Under EU MDR 2017/745, every medical device sold in the European Union requires a CER regardless of risk class. Article 61 of EU MDR mandates that manufacturers document the clinical evaluation of their device in a report that supports the conformity assessment. Even devices in the lowest risk class, Class I, require clinical evidence documented in a CER as part of the technical file submitted to the Notified Body.

The CER is a living document. It is not written once at the point of CE marking and then archived. EU MDR requires it to be updated throughout the device lifecycle as new clinical data becomes available through post-market surveillance and post-market clinical follow-up (PMCF).

Where MEDDEV 2.7/1 Rev. 4 still fits under EU MDR

MEDDEV 2.7/1 Rev. 4 carries its origins in its full title: "Clinical Evaluation: A Guide for Manufacturers and Notified Bodies under Directives 93/42/EEC and 90/385/EEC." Those are the MDD and Active Implantable Medical Device Directive (AIMDD), both superseded by EU MDR 2017/745 when MDR entered full application in May 2021.

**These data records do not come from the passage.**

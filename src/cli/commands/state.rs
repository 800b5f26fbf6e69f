//! The workspace commands: `followup`, `flag`, `note` (one change each, audited) and
//! `workspace` (every person's state, people no longer in the export, the audit's size).

use std::path::Path;

use crate::cli::{emit, to_json, LoadArgs};
use crate::error::{Error, Result};
use crate::workspace::{backup, Workspace, FOLLOWUP_STATES};

/// Load the export, check the person is in it, and open the workspace.
fn open_for_person(
    load: &LoadArgs,
    workspace: Option<&Path>,
    person: &str,
) -> Result<(Workspace, String)> {
    let d = load.load()?;
    let node = d
        .ids
        .get(person.trim())
        .ok_or_else(|| Error::Usage(format!("no person \"{}\" in this export", person.trim())))?;
    let ws = Workspace::open(&load.workspace(workspace))?;
    Ok((ws, d.ids.name(node).to_string()))
}

/// `hubwatch followup`.
pub fn followup(load: &LoadArgs, workspace: Option<&Path>, person: &str, set: &str) -> Result<()> {
    let (mut ws, person) = open_for_person(load, workspace, person)?;
    let id = ws.set_followup(&person, set)?;
    emit(&format!(
        "change {id}: {person} follow-up set to \"{}\" in {}\n",
        set.trim().to_lowercase(),
        ws.path.display()
    ))
}

/// `hubwatch flag`.
pub fn flag(
    load: &LoadArgs,
    workspace: Option<&Path>,
    person: &str,
    add: Option<String>,
    remove: Option<String>,
) -> Result<()> {
    let (mut ws, person) = open_for_person(load, workspace, person)?;
    let (id, what) = match (add, remove) {
        (Some(f), _) => (ws.add_flag(&person, &f)?, format!("flag \"{f}\" added")),
        (None, Some(f)) => (
            ws.remove_flag(&person, &f)?,
            format!("flag \"{f}\" removed"),
        ),
        (None, None) => return Err(Error::Usage("give --add FLAG or --remove FLAG".into())),
    };
    emit(&format!(
        "change {id}: {person} {what} in {}\n",
        ws.path.display()
    ))
}

/// `hubwatch note`.
pub fn note(
    load: &LoadArgs,
    workspace: Option<&Path>,
    person: &str,
    text: Option<&str>,
) -> Result<()> {
    let (mut ws, person) = open_for_person(load, workspace, person)?;
    let id = ws.set_note(&person, text)?;
    emit(&format!(
        "change {id}: {person} note {} in {}\n",
        if text.is_some() { "set" } else { "cleared" },
        ws.path.display()
    ))
}

/// `hubwatch workspace`.
pub fn show(load: &LoadArgs, workspace: Option<&Path>, as_json: bool) -> Result<()> {
    let d = load.load()?;
    let path = load.workspace(workspace);
    let ws = Workspace::open(&path)?;
    let states = ws.all()?;
    let vanished = ws.vanished(&d.ids)?;
    let audit = ws.audit(None)?;
    if as_json {
        return emit(&to_json(
            &serde_json::json!({"workspace": path, "people": states, "vanished": vanished, "changes": audit.len()}),
        )?);
    }
    let mut s = format!(
        "workspace {} ({} people with a state, {} changes audited)\n",
        path.display(),
        states.len(),
        audit.len()
    );
    for st in &states {
        s.push_str(&format!(
            "  {:<14} {:<12} flags: {:<24} note: {}\n",
            st.person_id,
            st.followup.as_deref().unwrap_or("-"),
            st.flags.join(", "),
            st.note.as_deref().unwrap_or("")
        ));
    }
    if !vanished.is_empty() {
        s.push_str(&format!(
            "no longer in this export (kept, not deleted): {}\n",
            vanished.join(", ")
        ));
    }
    emit(&s)
}

/// `hubwatch workspace --check`: SQLite's integrity check and the backups; a damaged workspace
/// is an error (exit status 4) that names the backup to restore.
pub fn check(path: &Path, as_json: bool) -> Result<()> {
    if !path.exists() {
        return Err(Error::NotFound {
            path: path.to_path_buf(),
        });
    }
    let ws = Workspace::open(path)?;
    let verdict = ws.integrity()?;
    let backups = backup::list(path);
    if verdict != "ok" {
        return Err(Error::format(path, backup::damaged_message(path, &verdict)));
    }
    let changes = ws.audit(None)?.len();
    if as_json {
        return emit(&to_json(&serde_json::json!({
            "workspace": path,
            "integrity": verdict,
            "changes": changes,
            "backups": backups,
            "backup_problem": ws.backup_problem,
        }))?);
    }
    let mut s = format!(
        "workspace {}: integrity ok, {changes} changes audited\nbackups in {} (newest first, {} kept):\n",
        path.display(),
        backup::folder(path).display(),
        backup::KEEP
    );
    for b in &backups {
        s.push_str(&format!("  {}\n", b.display()));
    }
    if let Some(p) = &ws.backup_problem {
        s.push_str(&format!("today's backup could not be made: {p}\n"));
    }
    emit(&s)
}

/// `hubwatch workspace --restore`: a backup in place of the workspace; nothing is deleted.
pub fn restore(path: &Path, from: Option<&Path>) -> Result<()> {
    let (used, aside) = backup::restore(path, from)?;
    let ws = Workspace::open(path)?;
    let changes = ws.audit(None)?.len();
    emit(&format!(
        "restored {} from {} ({changes} changes audited in it){}\n",
        path.display(),
        used.display(),
        match aside {
            Some(a) => format!("; the previous file is kept as {}", a.display()),
            None => String::new(),
        }
    ))
}

/// Write changes in a loop, printing each after it is committed (for the crash test).
pub fn stress(workspace: &Path, count: usize) -> Result<()> {
    let mut ws = Workspace::open(workspace)?;
    for i in 0..count {
        let person = format!("S{:04}", i % 97);
        let state = FOLLOWUP_STATES[i % FOLLOWUP_STATES.len()];
        let id = ws.set_followup(&person, state)?;
        emit(&format!("committed {id} {person} {state}\n"))?;
    }
    Ok(())
}
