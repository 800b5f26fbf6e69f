//! `hubwatch export`: a list for the callers (priority, flagged, quarantine, sentinel) with its
//! metadata, through the one writer; one file or K call sheets.

use crate::analysis::sentinel::{friend_sample, Gain};
use crate::analysis::stats::{self, MetricOptions};
use crate::cli::args::{ExportArgs, ListKind};
use crate::cli::commands::priority::ranking_parts;
use crate::cli::emit;
use crate::error::{Error, Result};
use crate::export::{self as ex, Cell, ExportTable, Format};
use crate::report::{meta::Meta, tables, Report};

/// Build the list, attach the metadata, write it.
pub fn run(e: &ExportArgs) -> Result<()> {
    let format = ex::format_for(&e.out, e.format)?;
    // Check the key before any work, so a missing key fails fast.
    let key = match e.pseudonymise {
        true => Some(ex::pseudonym_key(e.key_file.as_deref())?),
        false => None,
    };
    if key.is_some() && e.list == ListKind::Quarantine {
        return Err(Error::Usage("the quarantine list holds raw rows with IDs and cannot be pseudonymised; export it only where the source data may go".into()));
    }
    let d = e.load.load()?;
    let dropped =
        crate::analysis::priority::PriorityConfig::load(e.rank.priority_config.as_deref())?
            .export
            .direct_identifiers;
    let mut meta = Meta::new(&d, &format!("{:?}", e.list).to_lowercase());
    let mut note = String::new();
    let table = match e.list {
        ListKind::Quarantine => tables::quarantine_table(&d),
        ListKind::Sentinel => {
            let picks = friend_sample(&d.graph, e.sample, e.seed);
            let opts = MetricOptions {
                null_replicates: 0,
                ..Default::default()
            };
            let st = stats::compute(&d, &opts);
            let gain = Gain::of(&picks, &st.degrees, &st.neighbours).describe();
            meta = meta.with(
                "sentinel",
                format!("{} people, seed {}; {gain}", picks.len(), e.seed),
            );
            note = format!("{gain}\n");
            let ids = tables::Ids {
                d: &d,
                key: key.as_deref(),
                direct_identifiers: &dropped,
            };
            tables::sentinel_table(&ids, &picks, &st.degrees)
        }
        ListKind::Today => {
            // The day's work as of this load; exporting records no snapshot.
            let (r, w) = crate::cli::commands::day::run_day(
                d,
                (&e.load, &e.rank, e.workspace.as_deref()),
                false,
                crate::analysis::daywork::Since::Loads(1),
                None,
            )?;
            if let Some(list) = &r.list {
                meta = meta.ranking(list);
            }
            let t = crate::cli::commands::day::today_table(&r, &w, key.as_deref());
            let t = match e.top {
                0 => t,
                n => {
                    let keep: Vec<usize> = (0..t.rows.len().min(n)).collect();
                    t.subset(&keep)
                }
            };
            return finish(e, t, meta, key.is_some(), &r.d, format, note);
        }
        ListKind::Priority | ListKind::Flagged => {
            let r = Report::build(d, ranking_parts(&e.load, &e.rank, e.workspace.as_deref())?)?;
            let list = r.list.as_ref().expect("ranking asked for");
            meta = meta.ranking(list);
            let ids = tables::Ids {
                d: &r.d,
                key: key.as_deref(),
                direct_identifiers: &dropped,
            };
            let t = tables::priority_table(
                &ids,
                &list.ranked,
                &list.preset.1,
                &r.states,
                e.top,
                e.list == ListKind::Flagged,
            );
            return finish(e, t, meta, key.is_some(), &r.d, format, note);
        }
    };
    finish(e, table, meta, key.is_some(), &d, format, note)
}

/// Pseudonym note, input checksums, column choice, then one file or K sheets.
fn finish(
    e: &ExportArgs,
    table: ExportTable,
    mut meta: Meta,
    pseudonymised: bool,
    d: &crate::dataset::Dataset,
    format: Format,
    note: String,
) -> Result<()> {
    if pseudonymised {
        meta = meta.with("pseudonymised", "person IDs replaced by HMAC-SHA256 under a key that is not stored; direct identifier columns dropped");
    }
    let meta = meta.inputs(d)?.finish();
    let table = if e.export_columns.is_empty() {
        table
    } else {
        ex::select_columns(table, &e.export_columns)?
    };
    match e.split {
        None | Some(1) => {
            ex::write(&table, &meta, format, &e.out, e.force)?;
            emit(&format!(
                "{note}wrote {} rows to {}\n",
                table.rows.len(),
                e.out.display()
            ))
        }
        Some(0) => Err(Error::Usage("--split needs at least 1 sheet".into())),
        Some(k) => write_sheets(e, &table, &meta, format, k),
    }
}

/// K call sheets balanced by count, households kept together.
fn write_sheets(
    e: &ExportArgs,
    table: &ExportTable,
    meta: &ex::Metadata,
    format: Format,
    k: usize,
) -> Result<()> {
    let hh = table.columns.iter().position(|c| c == "household_id");
    let groups: Vec<Option<String>> = table
        .rows
        .iter()
        .map(|r| {
            hh.and_then(|c| match &r[c] {
                Cell::Text(t) => Some(t.clone()),
                _ => None,
            })
        })
        .collect();
    let mut lines = String::new();
    for (i, rows) in ex::split_sheets(&groups, k).into_iter().enumerate() {
        let sheet = table.subset(&rows);
        let path = ex::sheet_path(&e.out, i, k);
        ex::write(&sheet, meta, format, &path, e.force)?;
        lines.push_str(&format!(
            "wrote {} rows to {}\n",
            sheet.rows.len(),
            path.display()
        ));
    }
    emit(&lines)
}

Despite that history, MEDDEV 2.7/1 Rev. 4 remains one of the most-used documents in EU clinical evaluation practice. The reason is that EU MDR defines the clinical evaluation obligation clearly but provides limited procedural guidance on how to execute it. Article 61 and Annex XIV Part A of EU MDR establish what must happen. MEDDEV 2.7/1 Rev. 4 explains how.

Several Medical Device Coordination Group (MDCG) guidance documents cite MEDDEV 2.7/1 Rev. 4 directly. MDCG 2020-6, which covers sufficient clinical evidence for legacy devices, even includes an appendix that maps which sections of MEDDEV 2.7/1 Rev. 4 remain applicable under MDR. Notified Bodies continue to use the MEDDEV methodology as a benchmark for assessing whether a manufacturer's clinical evaluation is technically sound.

The working read, confirmed through Notified Body practice since 2021, is that MEDDEV 2.7/1 Rev. 4 describes the methodology and MDCG guidance documents set the substantive MDR-specific requirements. Both apply.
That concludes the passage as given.